Alleine die Vorstellung berührt mich. Ich mag es einfach zu Glauben. Als Kind glaubte ich an einen Weihnachtsmann, der die Geschenke unter den Weihnachtsbaum legt und auch daran, dass der Osterhase die Eier legt. Als Schüler glaubte ich das Gymnasium locker zu packen und ein anerkannter Rechtsanwalt zu werden. Und als Erwachsener glaubte ich, dass meine Ehe bis in den Tod halten wird. Die Realität hat mich irgendwann eingeholt und nichts davon bestätigte sich.

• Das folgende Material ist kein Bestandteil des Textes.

import { CoilproofError } from '../errors.ts';

/** A list's position (a key of what was last shown) as an opaque text, so that callers cannot come to depend on what it holds. */
export const packCursor = (key: string): string => Buffer.from(`k${key}`).toString('base64url');

/** The key that `packCursor` packed; anything else is refused. */
export function unpackCursor(cursor: string): string {
  const text = Buffer.from(cursor, 'base64url').toString('utf8');
  if (!text.startsWith('k') || packCursor(text.slice(1)) !== cursor) {
    throw new CoilproofError('invalid-parameter', 'after: not a cursor that this service gave out');
  }
  return text.slice(1);
}

/** The same, of a list that is kept in the order of a number. */
export function unpackPosition(cursor: string): number {
  const key = unpackCursor(cursor);
  if (!/^\d{1,15}$/.test(key)) throw new CoilproofError('invalid-parameter', 'after: not a cursor of this list');
  return Number(key);
}
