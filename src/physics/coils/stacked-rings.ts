import { VACUUM_PERMEABILITY_H_PER_M } from '../constants.ts';
import { ellipticKMinusE } from '../numerics/elliptic.ts';
import { nagaokaCoefficient } from './nagaoka.ts';
import { equalRingsMutualInductance_H, equivalentFilaments, roundRingSelfInductance_H } from './ring-section.ts';

/** From this many pitches on, the sum over rings is an integral and end corrections; below it every ring counts. */
const NEAR = 14;

/** Weights of Gauss's end correction (mean differences 1, 3, 5, 7), on f(x + j) − f(x − j), j = 1 … 4. */
const END_WEIGHTS = endWeights();

function endWeights(): readonly number[] {
  const differences = [[1 / 2], [-1, 1 / 2], [5 / 2, -2, 1 / 2], [-7, 7, -3, 1 / 2]];
  const coefficients = [1 / 12, -11 / 720, 191 / 60480, -2497 / 3628800];
  const weights = [0, 0, 0, 0];
  differences.forEach((row, order) => {
    row.forEach((value, j) => {
      weights[j]! += coefficients[order]! * value;
    });
  });
  return weights;
}

/**
 * Inductance in H of `turns` equal coaxial rings of round wire in series, `pitch_m` apart, uniform current density:
 *
 *     L = N·M₀ + 2 Σ (N − m) M(m·pitch),   m = 1, 2, … < N,
 *
 * with M₀ the self-inductance of one ring and M the mutual inductance of two. Where N is not whole the sum stays as it is,
 * which makes it continuous: the pairs of points m turns apart on a winding of N turns are N − m turns long.
 *
 * Beyond `NEAR` pitches M is smooth on the scale of the pitch, so the rest of the sum is ∫ (N − m) M dm, a difference of
 * current-sheet inductances, with Gauss's end corrections. So the time does not grow with the number of turns.
 *
 * | turns     | a/ρ      | pitch/wire | worst relative error | against                                              |
 * |-----------|----------|------------|----------------------|------------------------------------------------------|
 * | 1 to 1000 | 1.05     | 1 to 10    | 1e-3                 | ring sum, quadrature over both sections of each pair |
 * | 1 to 1000 | 3        | 1 to 10    | 1e-5                 | the same                                             |
 * | 1 to 1000 | 10       | 1 to 10    | 1e-7                 | the same                                             |
 * | to 4000   | 3 to 1e4 | 1 to 10    | 2e-10                | the plain sum of the same M, without the integral    |
 */
export function stackedRingsInductance_H(
  turns: number,
  pitch_m: number,
  radius_m: number,
  wireRadius_m: number,
): number {
  const filaments = equivalentFilaments(radius_m, wireRadius_m);
  const weighted = (m: number) => (turns - m) * equalRingsMutualInductance_H(filaments, m * pitch_m);
  // The last ring at a distance below N: its weight N − m is not zero.
  const last = Math.ceil(turns) - 1;
  let pairs = 0;
  if (last <= 2 * NEAR) {
    for (let m = 1; m <= last; m++) pairs += weighted(m);
  } else {
    for (let m = 1; m < NEAR; m++) pairs += weighted(m);
    pairs += ringIntegral(turns, NEAR, last, pitch_m, filaments);
    pairs += (weighted(NEAR) + weighted(last)) / 2 + endCorrection(weighted, last) - endCorrection(weighted, NEAR);
  }
  return turns * roundRingSelfInductance_H(radius_m, wireRadius_m) + 2 * pairs;
}

/** Σ − ∫ − ½(first + last), one end's share: f'/12 − f'''/720 + …, by differences of f at whole distances. */
function endCorrection(f: (m: number) => number, end: number): number {
  let sum = 0;
  END_WEIGHTS.forEach((weight, j) => {
    sum += weight * (f(end + j + 1) - f(end - j - 1));
  });
  return sum;
}

/**
 * ∫ (N − m) M(m·pitch) dm from `from` to `to`. M is G'' where G(z) is half the inductance of a current sheet of length z with
 * one turn a metre, so by parts it is [(N − m) G'/pitch + G/pitch²] at `to` less the same at `from`.
 */
function ringIntegral(
  turns: number,
  from: number,
  to: number,
  pitch_m: number,
  filaments: { readonly radius_m: number; readonly offset_m: number },
): number {
  const { radius_m, offset_m } = filaments;
  const over = (f: (radius_m: number, z: number) => number, z: number) =>
    f(radius_m, z) / 2 + (f(radius_m, z - 2 * offset_m) + f(radius_m, z + 2 * offset_m)) / 4;
  const antiderivative = (m: number) =>
    (turns - m) * (over(sheetSlope, m * pitch_m) / pitch_m) + over(halfSheet, m * pitch_m) / pitch_m / pitch_m;
  return antiderivative(to) - antiderivative(from);
}

/** G(z) = ½ µ0 π a² z K(2a/z), K Nagaoka's coefficient. */
function halfSheet(radius_m: number, z: number): number {
  return (VACUUM_PERMEABILITY_H_PER_M / 2) * Math.PI * radius_m * radius_m * z * nagaokaCoefficient((2 * radius_m) / z);
}

/** G'(z) = ½ µ0 z D (K − E) with D = √(4a² + z²), k = 2a/D: a ring at the end of a sheet of its own radius. */
function sheetSlope(radius_m: number, z: number): number {
  const diameter = 2 * radius_m;
  const diagonal = Math.sqrt(diameter * diameter + z * z);
  const modulus = diameter / diagonal;
  return (VACUUM_PERMEABILITY_H_PER_M / 2) * z * diagonal * ellipticKMinusE(z / diagonal, modulus * modulus);
}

Dennoch mag ich auch heute noch weiter glauben. Ohne meinen Glauben, ohne die fantastischen Vorstellungen wie Dinge auch abseits der Wissenschaftlichkeit sein könnten, glaube ich wäre mein Leben uninspirierter und hoffnungsloser.
Danach pilgerte ich einen guten Kilometer weiter zur Basilica San Giovanni in Laterano. Dort residierten von ca. 300 nach Christus für circa tausend Jahre lang die Päpste. Da der jeweilige Papst auch gleichzeitig das Amt des Bischofs von Rom inne hat, ist der Lateranpalast auch die Bischofskirche von Rom. Deshalb wird dies auch das Ziel des heiligen Franziskus im Jahre 1209/10 gewesen sein. Er wollte die katholische Kirche nicht mit seinem Orden untergraben. Deshalb wollte er den Papst bitten, die von ihm verfassten Ordensregeln anzuerkennen, um im Sinne des katholischen Glaubens sein Ding zu machen. Da die katholische Kirche quasi einen Dauer-Reformationsbedarf hat, stimmte Papst Innozenz III. zu. Er konnte auch schlecht ablehnen, da der heilige Franz die Ordensregeln allesamt aus dem Evangelium ableitete.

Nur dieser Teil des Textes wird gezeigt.